Given that much elder abuse involves important familial relationships, and the majority of abuse involves psychological abuse and neglect, there is a need for greater development of psychological and therapeutic approaches to change potentially harmful relational dynamics. The burdens of caring can exacerbate long-standing relationship dynamics, as well as foster new problems, and there is a need to distinguish between these situations. While there has been considerable development of therapeutic approaches for intimate partner violence, there is little development of approaches to elder abuse that may help to preserve positive aspects of the carer relationship with victims. Approaches to date have largely focused on structural interventions such as placing the abused person in institutional care, or provision of nursing and home care services [118]. Community-level integration of elder services could potentially provide a more holistic approach to addressing the underlying issues and improve quality of life for older people, with less stigmatisation associated with APS referral.

Moracco and Cole [116] identified three types of interventions for intimate partner violence that may help reduce risk and improve outcomes, and it is worth considering how these approaches could be applied to elder abuse.
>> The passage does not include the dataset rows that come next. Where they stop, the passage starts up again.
def make_atmosphere(
    optical_depth: ArrayLike,
    single_scattering_albedo: ArrayLike,
    phase_moments: ArrayLike | None = None,
    temperature: ArrayLike | None = None,
    *,
    pressure: ArrayLike | None = None,
    altitude: ArrayLike | None = None,
    extra_dims: Sequence[str] | Mapping[str, ArrayLike] | None = None,
    units: Mapping[str, str] | None = None,
    scattering_matrix_moments: ArrayLike | None = None,
) -> xr.Dataset:
    """Build the input Dataset of a layered atmosphere.

    Parameters
    ----------
    optical_depth : array_like or DataArray, (..., layer)
        Optical thickness of each layer, >= 0, top layer first.
    single_scattering_albedo : float, array_like or DataArray, (..., layer)
        In [0, 1]. A scalar (or a DataArray without a ``layer`` dim) holds for every layer.
    phase_moments : array_like or DataArray, (..., layer, moment) or (moment,)
        Legendre coefficients chi_l with chi_0 = 1 and ``|chi_l| <= 1``; a single (moment,)
        vector applies to every layer. Any length: the solver uses the terms it needs and
        the single-scattering correction uses them all. Rows of different lengths (nested
        lists, or a list of arrays, one per layer) are padded with zeros. May be omitted
        when ``scattering_matrix_moments`` is given (it is then its alpha1), and must equal
        that alpha1 when both are given.
    temperature : array_like or DataArray, (..., level), optional
        Level temperatures (layer + 1 values, top first), for thermal emission; K unless
        ``units`` or the DataArray's ``units`` attribute says otherwise.
    pressure, altitude : array_like or DataArray, (..., level), optional
        Level pressures (increasing downward) and altitudes; pressures give heating rates.
        Pa and m unless ``units`` or a DataArray's ``units`` attribute says otherwise. They
        may vary along the extra dims (one profile per column).
    extra_dims : sequence of str, or mapping of str to array_like, optional
        Names of the leading dims of plain arrays, e.g. ``["wavelength"]``. A mapping also
        gives each dim its coordinate values, e.g. ``{"wavelength": [0.4, 0.5, 0.6]}``, or a
        DataArray whose attributes (units, long_name) the coordinate keeps (or attach them
        later with ``atmosphere.assign_coords(wavelength=...)``).
    units : mapping, optional
        Units of the level inputs given as plain arrays, e.g. ``{"pressure": "hPa"}``.
        Any unit of the right dimension that the pint library knows (Pa, hPa, mbar, mb,
        kPa, bar, atm; K, degC; m, km) is converted to Pa, K and m; anything else is a
        ValueError.
    scattering_matrix_moments : array_like or DataArray, (..., layer, moment, element), optional
        Expansion coefficients of each layer's scattering matrix in generalized spherical
        functions, elements "alpha1", "alpha2", "alpha3", "alpha4", "beta1", "beta2" (a
        DataArray's ``element`` coordinate may give them in any order), normalised so that
        alpha1 is the layer's ``phase_moments`` (alpha1_0 = 1); see :mod:`lamina.polarization`,
        :func:`lamina.phase.rayleigh_matrix` and ``lamina.mie.lognormal_optics(...,
        scattering_matrix=True)``. A (moment, element) array holds for every layer; a list
        of per-layer (moment, element) arrays may differ in length (zeros pad them) and give
        None for a layer that scatters without polarizing (alpha1 from ``phase_moments``,
        the other elements zero). A matrix with an element larger than F11 somewhere
        (``|F12| > F11``, ...) gives a :class:`lamina.LaminaWarning` naming the layer and the
        scattering angle. The scalar solver uses alpha1 (= ``phase_moments``) only.

    Returns
    -------
    xarray.Dataset
        Variables ``optical_depth``, ``single_scattering_albedo``, ``phase_moments`` and the
        optional level variables (in K, Pa and m), with ``units`` and ``long_name``
        attributes.

    Examples
    --------
    >>> import lamina
    >>> atm = lamina.make_atmosphere([0.1, 2.0], [1.0, 0.9], lamina.phase.rayleigh())
    >>> dict(atm.sizes)
    {'layer': 2, 'moment': 3, 'level': 3}
    >>> atm = lamina.make_atmosphere([0.1, 2.0], 0.9, [[1.0, 0.0, 0.1], [1.0, 0.8]],
    ...                              pressure=[100.0, 500.0, 1000.0], units={"pressure": "hPa"})
    >>> atm.pressure.values.tolist(), atm.phase_moments.values[1].tolist()
    ([10000.0, 50000.0, 100000.0], [1.0, 0.8, 0.0])
    """
    dims = _dim_names(extra_dims)
    level_units = _units_mapping(units)
    tau = _as_dataarray(optical_depth, "optical_depth", ["layer"], dims)
    albedo = _per_layer(single_scattering_albedo, "single_scattering_albedo", tau, dims)
    nlayer = tau.sizes["layer"]
    if phase_moments is None and scattering_matrix_moments is None:
        raise TypeError("make_atmosphere needs phase_moments or scattering_matrix_moments")
    moments = None
    if phase_moments is not None:
        moments = _phase_moments_input(phase_moments, dims)
        if "layer" not in moments.dims:
            moments = moments.expand_dims(layer=nlayer).transpose(..., "layer", "moment")
    for name, array in (("single_scattering_albedo", albedo), ("phase_moments", moments)):
        if array is not None and "layer" in array.dims and array.sizes["layer"] != nlayer:
            raise ValueError(
                f"{name} has {array.sizes['layer']} layers but optical_depth has {nlayer}"
            )
    matrix = None
    if scattering_matrix_moments is not None:
        matrix = _matrix_dataarray(scattering_matrix_moments, dims, moments, nlayer)
        if matrix.sizes["layer"] != nlayer:
            raise ValueError(f"{MATRIX} has {matrix.sizes['layer']} layers but optical_depth "
                             f"has {nlayer}")
        moments, matrix = _with_matrix(moments, matrix)
    data = {"optical_depth": tau, "single_scattering_albedo": albedo, "phase_moments": moments}
    if matrix is not None:
        data[MATRIX] = matrix
    for name, value in (("temperature", temperature), ("pressure", pressure),
                        ("altitude", altitude)):
        if value is not None:
            data[name] = _level_variable(value, name, dims, level_units)
    for name in ("temperature", "pressure", "altitude"):
        if name in data and data[name].sizes["level"] != nlayer + 1:
            raise ValueError(
                f"{name} must have one value per level (layers + 1 = {nlayer + 1}); "
                f"got {data[name].sizes['level']}"
            )
    _check_same_coordinates(data)
    try:
        ds = xr.Dataset(data)
    except ValueError as error:
        raise ValueError(f"the atmosphere's arrays have conflicting dims: {error}") from error
    ds = ds.assign_coords(layer=np.arange(nlayer), level=np.arange(nlayer + 1),
                          moment=np.arange(ds.sizes["moment"]))
    if MATRIX in ds:
        ds = ds.assign_coords(element=ELEMENTS)
    ds = _with_extra_coordinates(ds, extra_dims)
    for name in ds.data_vars:
        ds[name].attrs.update(_ATTRS[name])
    for name in ("layer", "level", "moment", "element"):
        if name in ds.coords:
            ds[name].attrs.update(_ATTRS[name])
    ds.attrs["title"] = "lamina atmosphere: layers numbered from the top"
    check_atmosphere(ds)
    if MATRIX in ds:
        warn_about_polarized_excess(ds[MATRIX])
    return ds


def _check_same_coordinates(data: Mapping[str, xr.DataArray | None]) -> None:
    """Refuse inputs labelled with different coordinates (xarray would fill the gaps with NaN)."""
    arrays = {name: array for name, array in data.items() if array is not None}
    first: dict[str, tuple[str, xr.DataArray]] = {}
    for name, array in arrays.items():
        for dim in array.dims:
            if dim not in array.indexes:
                continue
            if dim not in first:
                first[dim] = (name, array[dim])
            elif not array[dim].equals(first[dim][1]):
                raise ValueError(f"{name} and {first[dim][0]} have different {dim!r} "
                                 f"coordinates; give both the same {dim} values")


def _with_extra_coordinates(ds: xr.Dataset, extra_dims: object) -> xr.Dataset:
    if not isinstance(extra_dims, Mapping):
        return ds
    coords = {}
    for dim, values in extra_dims.items():
        if values is None:
            continue
        if dim not in ds.dims:
            raise ValueError(f"extra_dims gives coordinates for {dim!r}, which no input has")
        attrs = dict(values.attrs) if isinstance(values, xr.DataArray | xr.Variable) else {}
        values = np.asarray(values)
        if values.shape != (ds.sizes[dim],):
            raise ValueError(f"extra_dims[{dim!r}] must have one value per {dim} "
                             f"({ds.sizes[dim]}); got shape {values.shape}")
        coords[dim] = (dim, values, attrs)
    return ds.assign_coords(coords)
The most common intervention is referral to community services such as counseling, legal services, alternative accommodation, and social welfare services, and empowerment strategies such as support groups, education, and volunteer advocates may be useful. The equivalent of dedicated domestic violence services is not readily available for those experiencing elder abuse, and their greater dependency makes it difficult to seek out support services. Yet, this is clearly an area that would benefit from a more supportive case management approach, especially for less severe forms of abuse, without the stigma and associated problems arising from official reporting to APS type bodies.
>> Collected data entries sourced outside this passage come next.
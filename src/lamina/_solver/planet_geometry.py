"""Check step of a curved planet: the radius of every level for the pseudo-spherical beam.

With ``solve(..., planet_radius=)`` the direct beam is attenuated along its straight path
through spherical shells (Dahlback and Stamnes 1991). That path needs the distance of each
level from the planet's centre: ``planet_radius`` plus the level ``altitude`` of the
atmosphere or, without one, the altitudes of the hypsometric equation from the level
``pressure`` and ``temperature`` (:func:`lamina.spherical.hypsometric_altitudes`, with the
``molar_mass`` and ``gravity`` given). The geometry itself is computed block by block
(``blocks.prepare_block``, :func:`lamina.spherical.air_mass_factors`).
"""

from __future__ import annotations

import numpy as np
import xarray as xr

from lamina._checks import as_float_array
from lamina._solver.common import extra_dims, option_array
from lamina._units import to_si
from lamina.spherical import DRY_AIR_MOLAR_MASS, hypsometric_altitudes


def level_radii(atmosphere: xr.Dataset, planet_radius: object, molar_mass: object,
                gravity: object) -> xr.DataArray | None:
    """Distance of every level from the planet's centre in m, (..., level); None without a
    planet (the plane-parallel beam)."""
    if planet_radius is None:
        if molar_mass is not None:
            raise ValueError("molar_mass only serves planet_radius (altitudes from the "
                             "hypsometric equation); give planet_radius or leave it out")
        return None
    radius = _planet_radius(planet_radius, atmosphere)
    altitude = _altitudes(atmosphere, molar_mass, gravity)
    radii = (radius + altitude).transpose(..., "level")
    if radii.chunks is None and not np.all(radii.values > 0.0):
        raise ValueError("altitude: every level must lie above the planet's centre "
                         "(planet_radius + altitude > 0)")
    return radii


def _planet_radius(value: object, atmosphere: xr.Dataset) -> xr.DataArray:
    unit = value.attrs.get("units") if isinstance(value, xr.DataArray) else None
    radius = option_array(value, "planet_radius", extra_dims(atmosphere))
    if unit is not None:
        try:
            radius = radius.copy(data=to_si(np.asarray(radius.values), unit, "altitude"))
        except ValueError as error:
            raise ValueError(f"planet_radius: {error} (a length, e.g. 'km')") from None
    if radius.chunks is None:
        values = np.asarray(radius.values)
        if not np.all(np.isfinite(values) & (values > 0.0)):
            bad = values[~(np.isfinite(values) & (values > 0.0))].ravel()[0]
            raise ValueError(f"planet_radius must be positive and finite (m); got {bad:g}")
    return radius


def _altitudes(atmosphere: xr.Dataset, molar_mass: object, gravity: object) -> xr.DataArray:
    """The level altitudes (m): given, or from the hypsometric equation."""
    if molar_mass is not None:
        number = float(as_float_array(molar_mass, "molar_mass"))
        if not (np.isfinite(number) and number > 0.0):
            raise ValueError(f"molar_mass must be positive and finite (kg mol-1); got "
                             f"{number:g}")
    if "altitude" in atmosphere:
        if molar_mass is not None:
            raise ValueError("molar_mass: the atmosphere gives level altitudes, which need "
                             "no molar mass (it only serves the hypsometric equation)")
        altitude = atmosphere["altitude"]
    elif "pressure" in atmosphere and "temperature" in atmosphere:
        mass = DRY_AIR_MOLAR_MASS if molar_mass is None else float(molar_mass)
        altitude = xr.apply_ufunc(
            hypsometric_altitudes, atmosphere["pressure"], atmosphere["temperature"],
            input_core_dims=[["level"], ["level"]], output_core_dims=[["level"]],
            kwargs={"molar_mass": mass, "gravity": float(gravity)}, dask="parallelized",
            output_dtypes=[np.float64])
    else:
        raise ValueError("altitude: planet_radius needs level altitudes; give "
                         "make_atmosphere(..., altitude=) or level pressure and temperature "
                         "(the hypsometric equation)")
    altitude = altitude.transpose(..., "level")
    if altitude.chunks is None:
        values = np.asarray(altitude.values)
        if not np.all(np.isfinite(values)):
            raise ValueError("altitude must be finite at every level")
        steps = np.diff(values, axis=-1)
        if np.any(steps >= 0.0):
            level = int(np.argwhere(steps >= 0.0)[0][-1]) + 1
            raise ValueError(
                "altitude must decrease strictly downward (levels are numbered from the "
                f"top); level {level} has {values[..., level].ravel()[0]:g} m after "
                f"{values[..., level - 1].ravel()[0]:g} m")
    return altitude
Second, home visits by professional staff could be expanded to provide more preventive and supportive interventions to assist those in the home. Social support is a critical element of any supportive care and needs to be provided in an ongoing way to be effective. A third approach to intervention is to offer programs to address risk factors of the abusive care-giver. These may include counselling, groups programs, provision of respite care, substance abuse therapeutic programs, and helpline support services. Individual supportive counseling may be useful to reduce anxiety, stress, and depression in the carer, and cognitive-behavioral methods can be used to educate the carer about the reasons for a dependent person’s behavior, their needs, and developmental limitations. Such programs have been successful with abusive parents and could be adapted to elder abuse caregivers.
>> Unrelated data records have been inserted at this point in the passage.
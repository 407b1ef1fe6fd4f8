"""Scattering matrices as expansions in generalized spherical functions.

The scattering matrix of a macroscopically isotropic, mirror-symmetric medium, in the
Stokes parameters (I, Q, U, V) referred to the scattering plane, has six independent
elements, functions of the cosine x of the scattering angle T::

    F = [[F11, F12,   0,   0],
         [F12, F22,   0,   0],
         [  0,   0, F33, F34],
         [  0,   0, -F34, F44]].

lamina stores it as the expansion coefficients of de Rooij and van der Stap (1984) and
Hovenier, van der Mee and Domke (2004, ch. 2), on an ``element`` axis in the order
:data:`ELEMENTS` = ("alpha1", "alpha2", "alpha3", "alpha4", "beta1", "beta2")::

    F11       = sum_l (2l+1) alpha1_l P^l_00(x),
    F22 + F33 = sum_l (2l+1) (alpha2_l + alpha3_l) P^l_22(x),
    F22 - F33 = sum_l (2l+1) (alpha2_l - alpha3_l) P^l_2,-2(x),
    F44       = sum_l (2l+1) alpha4_l P^l_00(x),
    F12       = sum_l (2l+1) beta1_l P^l_02(x),
    F34       = sum_l (2l+1) beta2_l P^l_02(x).

The factor 2l + 1 is taken out of the published coefficients so that alpha1 is the scalar
``phase_moments`` chi_l of :mod:`lamina.phase` (alpha1_0 = 1, F11 averages to 1 over the
sphere). alpha2, alpha3, beta1 and beta2 start at l = 2 (P^l_22, P^l_2,-2 and P^l_02 vanish
for l < 2).

Generalized spherical functions
-------------------------------
P^l_mn(x) (Gelfand and Shapiro 1956, in the form of Hovenier et al. 2004, ch. 2) are
computed by the three-term recurrence in l (de Rooij and van der Stap 1984; Hovenier et
al. 2004)::

    l sqrt((l+1)^2 - m^2) sqrt((l+1)^2 - n^2) P^(l+1)_mn
        = (2l+1) (l (l+1) x - m n) P^l_mn - (l+1) sqrt(l^2 - m^2) sqrt(l^2 - n^2) P^(l-1)_mn,

started from P^(l0-1)_mn = 0 and P^l0_mn = c_mn ``(1 - x)^(|m-n|/2) (1 + x)^(|m+n|/2)`` at
l0 = ``max(|m|, |n|)``, with c_mn from the Rodrigues-type formula::

    P^l_mn(x) = A (1-x)^(-(n-m)/2) (1+x)^(-(n+m)/2) d^(l-n)/dx^(l-n) [(1-x)^(l-m) (1+x)^(l+m)],
    A = (-1)^(l-m) i^(n-m) / (2^l (l-m)!) sqrt((l-m)! (l+n)! / ((l+m)! (l-n)!)).

For m - n even (all that the expansion needs) the functions are real; P^l_00 = P_l (the
Legendre polynomials), P^l_02 = -sqrt((l-2)!/(l+2)!) P^2_l (associated Legendre function),
P^2_22 = (1 + x)^2 / 4, P^2_2,-2 = (1 - x)^2 / 4, and they are orthogonal,
``int_-1^1 P^l_mn P^k_mn dx = 2 / (2l+1) delta_lk``. ``|P^l_mn| <= 1`` on [-1, 1], so the upward
recurrence is stable there.

References
----------
de Rooij, W. A. and van der Stap, C. C. A. H. (1984), Expansion of Mie scattering matrices
in generalized spherical functions, Astron. Astrophys. 131, 237-248.
Gelfand, I. M. and Shapiro, Z. Ya. (1956), Representations of the group of rotations of
3-dimensional space and their applications, Amer. Math. Soc. Transl. 2, 207-316.
Hovenier, J. W., van der Mee, C. and Domke, H. (2004), Transfer of Polarized Light in
Planetary Atmospheres: Basic Concepts and Practical Methods, Kluwer (Springer).

Section and equation numbers of the references are cited from memory.
"""

from __future__ import annotations

from math import factorial
from typing import Literal, NamedTuple

import numpy as np
from numpy.typing import ArrayLike, NDArray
Drawing on evidence of successful parenting interventions for child abuse [85], it is suggested that supportive psychoeducational and therapeutic interventions that aim to support caregivers to undertake their demanding role would be useful for this population [157]. Both child and elder abuse occur in the context of a dependency relationship, where the needs of the dependent person (child or adult) need to take priority. These practices from the wider family violence field point to areas of potentially useful intervention and evaluation priorities.

11 Summary

This chapter has undertaken systematic review of elder abuse screening tools published in the 20-year period from 1995 to 2015. The review identified 33 measures that reported any psychometric evaluation in the period: 10 used primarily for population-based screening purposes, 16 for screening in health care settings, and a further 7 instruments developed to screen for elder neglect and self-neglect. Key issues related to screening for elder abuse are critically reviewed, and some future directions identified.